TASK INPUTS ::
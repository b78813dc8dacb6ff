"""Coulomb force on one charge by all the others.

    F_i = k q_i sum over j of w_j q_j (x_i - x_j) / (|x_i - x_j|^2 + e^2)^(3/2)               (1)

on one real particle; w_j is how many real particles charge j stands for and e the softening length
of the run. The sum is worked out anew from the recorded places, so it says what the charges would
exert even where the run leaves them out (`method = "off"`).

References
----------
J. D. Jackson, Classical Electrodynamics, 3rd ed. (1999), eq. 1.2 (from memory); k from the electric
constant of CODATA 2022.
"""

from __future__ import annotations

import math
from typing import ClassVar, Literal

import numpy as np
from numpy.typing import NDArray

from driftwell.answers.answer import Answer
from driftwell.answers.evidence import Evidence, Snapshot
from driftwell.answers.form import (
    AXES,
    InstantQuestion,
    References,
    cloud_named,
    instant_in_words,
)
from driftwell.constants import COULOMB_CONSTANT
from driftwell.errors import AnswerError
from driftwell.forms import Count, NonNegative, key
from driftwell.forms.spelling import spelled

Floats = NDArray[np.float64]


class Force(InstantQuestion):
    """Coulomb force on one charge of a cloud, a component or its magnitude."""

    unit: ClassVar[str] = "N"
    ask: Literal["force"] = key("Coulomb force of all other charges on one charge")
    charge: NonNegative[Count] = key("which charge of the cloud, counted from 0", example=0)
    axis: Literal["x", "y", "z", "magnitude"] = key("component, or magnitude", default="magnitude")

    def refers_to(self) -> References:
        return References(clouds=(self.of,), charges=((self.of, self.charge),))

    def answer(self, evidence: Evidence) -> Answer:
        time = self.time_in(evidence)
        number = charge_id(evidence, self.of, self.charge)
        snapshot = evidence.snapshot(time)
        place = np.flatnonzero(snapshot.id == number)
        if place.size == 0:
            raise AnswerError(
                f'charge {self.charge} of "{self.of}" is not left at {spelled(time, "s")}'
            )
        force = coulomb_force(snapshot, int(place[0]), evidence.softening)
        value = math.hypot(*force) if self.axis == "magnitude" else force[AXES.index(self.axis)]
        if not math.isfinite(value):
            raise AnswerError("another charge is at the same place, and nothing softens the force")
        others = len(snapshot.id) - 1
        note = f"by {others} other charge{'s' if others != 1 else ''}"
        if np.all(snapshot.weight == 1.0):
            return self.answered(value, 0.0, f"{note}, every one summed: no sampling error")
        note += ", on one real particle; no error: charges that stand for several make it grainy"
        return self.answered(value, None, note)

    def words(self) -> str:
        which = "magnitude" if self.axis == "magnitude" else f"{self.axis} component"
        return (
            f'Coulomb force on charge {self.charge} of cloud "{self.of}", {which}, '
            f"{instant_in_words(self.at)}"
        )


def charge_id(evidence: Evidence, cloud: str, charge: int) -> int:
    """The id of a cloud's charge, counted from 0. Raises AnswerError where it has too few."""
    facts = cloud_named(evidence, cloud)
    most = evidence.clouds[cloud].count  # of a source, with those it has not borne
    if charge >= most:
        raise AnswerError(
            f'"{cloud}" has {most} charges, counted from 0: there is no charge {charge}'
        )
    return facts.first_id + charge


def coulomb_force(snapshot: Snapshot, target: int, softening: float) -> Floats:
    """Force (3,), N, on one real particle of the charge in row `target`, eq. 1."""
    apart = snapshot.position[target] - np.delete(snapshot.position, target, axis=0)
    source = np.delete(snapshot.weight * snapshot.charge, target)
    square = np.sum(apart**2, axis=1) + softening**2
    with np.errstate(divide="ignore", invalid="ignore", over="ignore"):
        strength = source / (square * np.sqrt(square))
        total = np.sum(strength[:, None] * apart, axis=0)
    return np.asarray(COULOMB_CONSTANT * snapshot.charge[target] * total)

WHAT THE EXERCISE ASKS :: Copy the lines from the one with "coulomb_force(snapshot, int(place[0]), evidence.softening)" through the last line of the material above, exactly as they are and with no others.

ANSWER FOR THE TASK ::
        force = coulomb_force(snapshot, int(place[0]), evidence.softening)
        value = math.hypot(*force) if self.axis == "magnitude" else force[AXES.index(self.axis)]
        if not math.isfinite(value):
            raise AnswerError("another charge is at the same place, and nothing softens the force")
        others = len(snapshot.id) - 1
        note = f"by {others} other charge{'s' if others != 1 else ''}"
        if np.all(snapshot.weight == 1.0):
            return self.answered(value, 0.0, f"{note}, every one summed: no sampling error")
        note += ", on one real particle; no error: charges that stand for several make it grainy"
        return self.answered(value, None, note)

    def words(self) -> str:
        which = "magnitude" if self.axis == "magnitude" else f"{self.axis} component"
        return (
            f'Coulomb force on charge {self.charge} of cloud "{self.of}", {which}, '
            f"{instant_in_words(self.at)}"
        )


def charge_id(evidence: Evidence, cloud: str, charge: int) -> int:
    """The id of a cloud's charge, counted from 0. Raises AnswerError where it has too few."""
    facts = cloud_named(evidence, cloud)
    most = evidence.clouds[cloud].count  # of a source, with those it has not borne
    if charge >= most:
        raise AnswerError(
            f'"{cloud}" has {most} charges, counted from 0: there is no charge {charge}'
        )
    return facts.first_id + charge


def coulomb_force(snapshot: Snapshot, target: int, softening: float) -> Floats:
    """Force (3,), N, on one real particle of the charge in row `target`, eq. 1."""
    apart = snapshot.position[target] - np.delete(snapshot.position, target, axis=0)
    source = np.delete(snapshot.weight * snapshot.charge, target)
    square = np.sum(apart**2, axis=1) + softening**2
    with np.errstate(divide="ignore", invalid="ignore", over="ignore"):
        strength = source / (square * np.sqrt(square))
        total = np.sum(strength[:, None] * apart, axis=0)
    return np.asarray(COULOMB_CONSTANT * snapshot.charge[target] * total)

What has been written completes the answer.